[Problem statement] Your task is to show every line in the listing below that includes "tendonId".

# # # # # # #

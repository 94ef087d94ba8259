import { describe, expect, it } from "vitest";
import { tabletDbsClosedAfterEach } from "../../tests/support/tablet-db";
import type { LiftoffPayload } from "@/lib/schemas/liftoff";
import type { OpResult } from "@/lib/schemas/sync";
import { applyPushResults, OutboxWriteError, requeue, saveLiftoffCheck } from "./outbox";
import { applyPull } from "./reference";
import { emptyPull, fieldTendon, TEST_USER } from "./test-support";

const freshDb = tabletDbsClosedAfterEach();

const PROJECT = "0190a0b0-0000-7000-8000-0000000000a1";
const POUR = "0190a0b0-0000-7000-8000-0000000000b1";
const T1 = "0190a0b0-0000-7000-8000-0000000000c1";
const ORDER = "0190a0b0-0000-7000-8000-0000000000d1";
const SET = "0190a0b0-0000-7000-8000-0000000000e1";
const tendon = fieldTendon({ id: T1, projectId: PROJECT, pourId: POUR, tag: "U01" });
const payload = (over: Partial<LiftoffPayload> = {}): LiftoffPayload => ({
  projectId: PROJECT,
  pourId: POUR,
  tendonId: T1,
  dispositionId: ORDER,
  tendonEnd: "A",
  equipmentSetId: SET,
  pressure: "4150",
  pressureUnit: "psi",
  checkedAt: "2026-12-02T15:00:00.000Z",
  authorUserId: TEST_USER.userId,
  ...over,
});
const result = { liftoffForceN: 131_000, expectedForceN: 132_000, deviationPct: -0.76, bandPct: 5, withinBand: true };

describe("saveLiftoffCheck", () => {
  it("writes the check and its liftoff_check op together; the server's answer brings the result", async () => {
    const db = freshDb();
    await db.tendons.put(tendon);
    const { checkId, opId } = await saveLiftoffCheck(db, {
      payload: payload(),
      pressureMPa: 28.61,
      authorName: TEST_USER.name,
    });
    const [check, ops] = await Promise.all([db.liftoffChecks.get(checkId), db.outbox.toArray()]);
    expect(check).toMatchObject({
      tendonId: T1,
      dispositionId: ORDER,
      entered: { pressure: "4150", unit: "psi" },
      checkedByName: TEST_USER.name,
      syncState: "pending",
    });
    expect(check!.withinBand).toBeUndefined();
    expect(ops).toHaveLength(1);
    expect(ops[0]).toMatchObject({ opId, kind: "liftoff_check", recordId: checkId, state: "pending" });
    expect(ops[0]!.payload).toEqual(payload());

    const answer: OpResult[] = [{ opId, status: "applied", liftoffCheck: result }];
    expect(await applyPushResults(db, answer)).toEqual({ confirmed: 1, attention: 0 });
    expect(await db.outbox.count()).toBe(0);
    expect(await db.liftoffChecks.get(checkId)).toMatchObject({ syncState: "synced", ...result });
  });

  it("keeps a refused check for a person, and sends it again on request", async () => {
    const db = freshDb();
    await db.tendons.put(tendon);
    const { checkId, opId } = await saveLiftoffCheck(db, { payload: payload(), pressureMPa: 28.61, authorName: "x" });
    await applyPushResults(db, [
      {
        opId,
        status: "rejected",
        error: { code: "INVALID_INPUT", message: "Out of range", fields: { pressure: ["Out of range"] } },
      },
    ]);
    expect((await db.liftoffChecks.get(checkId))!.syncState).toBe("rejected");
    expect((await db.outbox.toArray())[0]).toMatchObject({ state: "attention", status: "rejected" });
    await requeue(db, opId);
    expect((await db.liftoffChecks.get(checkId))!.syncState).toBe("pending");
  });

  it("refuses a tendon that is not in the pour here, and then writes nothing", async () => {
    const db = freshDb();
    await db.tendons.put(tendon);
    await expect(
      saveLiftoffCheck(db, { payload: payload({ pourId: crypto.randomUUID() }), pressureMPa: 28, authorName: "x" }),
    ).rejects.toBeInstanceOf(OutboxWriteError);
    expect(await db.liftoffChecks.count()).toBe(0);
    expect(await db.outbox.count()).toBe(0);
  });

  it("takes the server's checks from the pull, with their results", async () => {
    const db = freshDb();
    const pulled = emptyPull("10", {
      liftoffChecks: [
        {
          id: "0190a0b0-0000-7000-8000-0000000000f1",
          projectId: PROJECT,
          pourId: POUR,
          tendonId: T1,
          dispositionId: ORDER,
          tendonEnd: "A" as const,
          equipmentSetId: SET,
          pressureMPa: 28.61,
          entered: { pressure: "4150", unit: "psi" as const },
          checkedAt: "2026-12-02T15:00:00.000Z",
          checkedByName: "Another Crew",
          ...result,
        },
      ],
    });
    await applyPull(db, pulled, { pourIds: [] });
    expect(await db.liftoffChecks.where("tendonId").equals(T1).toArray()).toEqual([
      expect.objectContaining({ checkedByName: "Another Crew", withinBand: true, syncState: "synced" }),
    ]);
  });
});
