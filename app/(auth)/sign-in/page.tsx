import Link from "next/link";
import { redirect } from "next/navigation";
import { SignInForm } from "@/components/auth/sign-in-form";
import { getSessionUser } from "@/lib/auth/session";

export const metadata = { title: "Sign in" };

const LINK_ERRORS: Record<string, string> = {
  Verification: "That sign-in link has expired or was already used. Ask for a new one.",
  AccessDenied: "That sign-in link cannot be used. Ask for a new one or sign in with your password.",
};

function safeCallback(value: string | string[] | undefined): string {
  const v = Array.isArray(value) ? value[0] : value;
  return v && v.startsWith("/") && !v.startsWith("//") ? v : "/home";
}

export default async function SignInPage({
  searchParams,
}: {
  searchParams: Promise<Record<string, string | string[] | undefined>>;
}) {
  const params = await searchParams;
  const callbackUrl = safeCallback(params.callbackUrl);
  if (await getSessionUser()) redirect(callbackUrl);
  const errorKey = Array.isArray(params.error) ? params.error[0] : params.error;
  const initialError = errorKey ? (LINK_ERRORS[errorKey] ?? "Sign-in did not work. Try again.") : undefined;
  return (
    <>
      <h1 className="text-figure font-bold">Sign in</h1>
      <p className="mt-2 text-ink-soft">With your password, or with a one-time link sent to your e-mail.</p>
      <div className="mt-6">
        <SignInForm callbackUrl={callbackUrl} initialError={initialError} />
      </div>
      <p className="mt-6">
        <Link href="/reset-password">Forgot your password?</Link>
      </p>
    </>
  );
}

# # # # # # #

[Result of this exercise]
  tendonId: T1,
      tendonId: T1,
          tendonId: T1,
    expect(await db.liftoffChecks.where("tendonId").equals(T1).toArray()).toEqual([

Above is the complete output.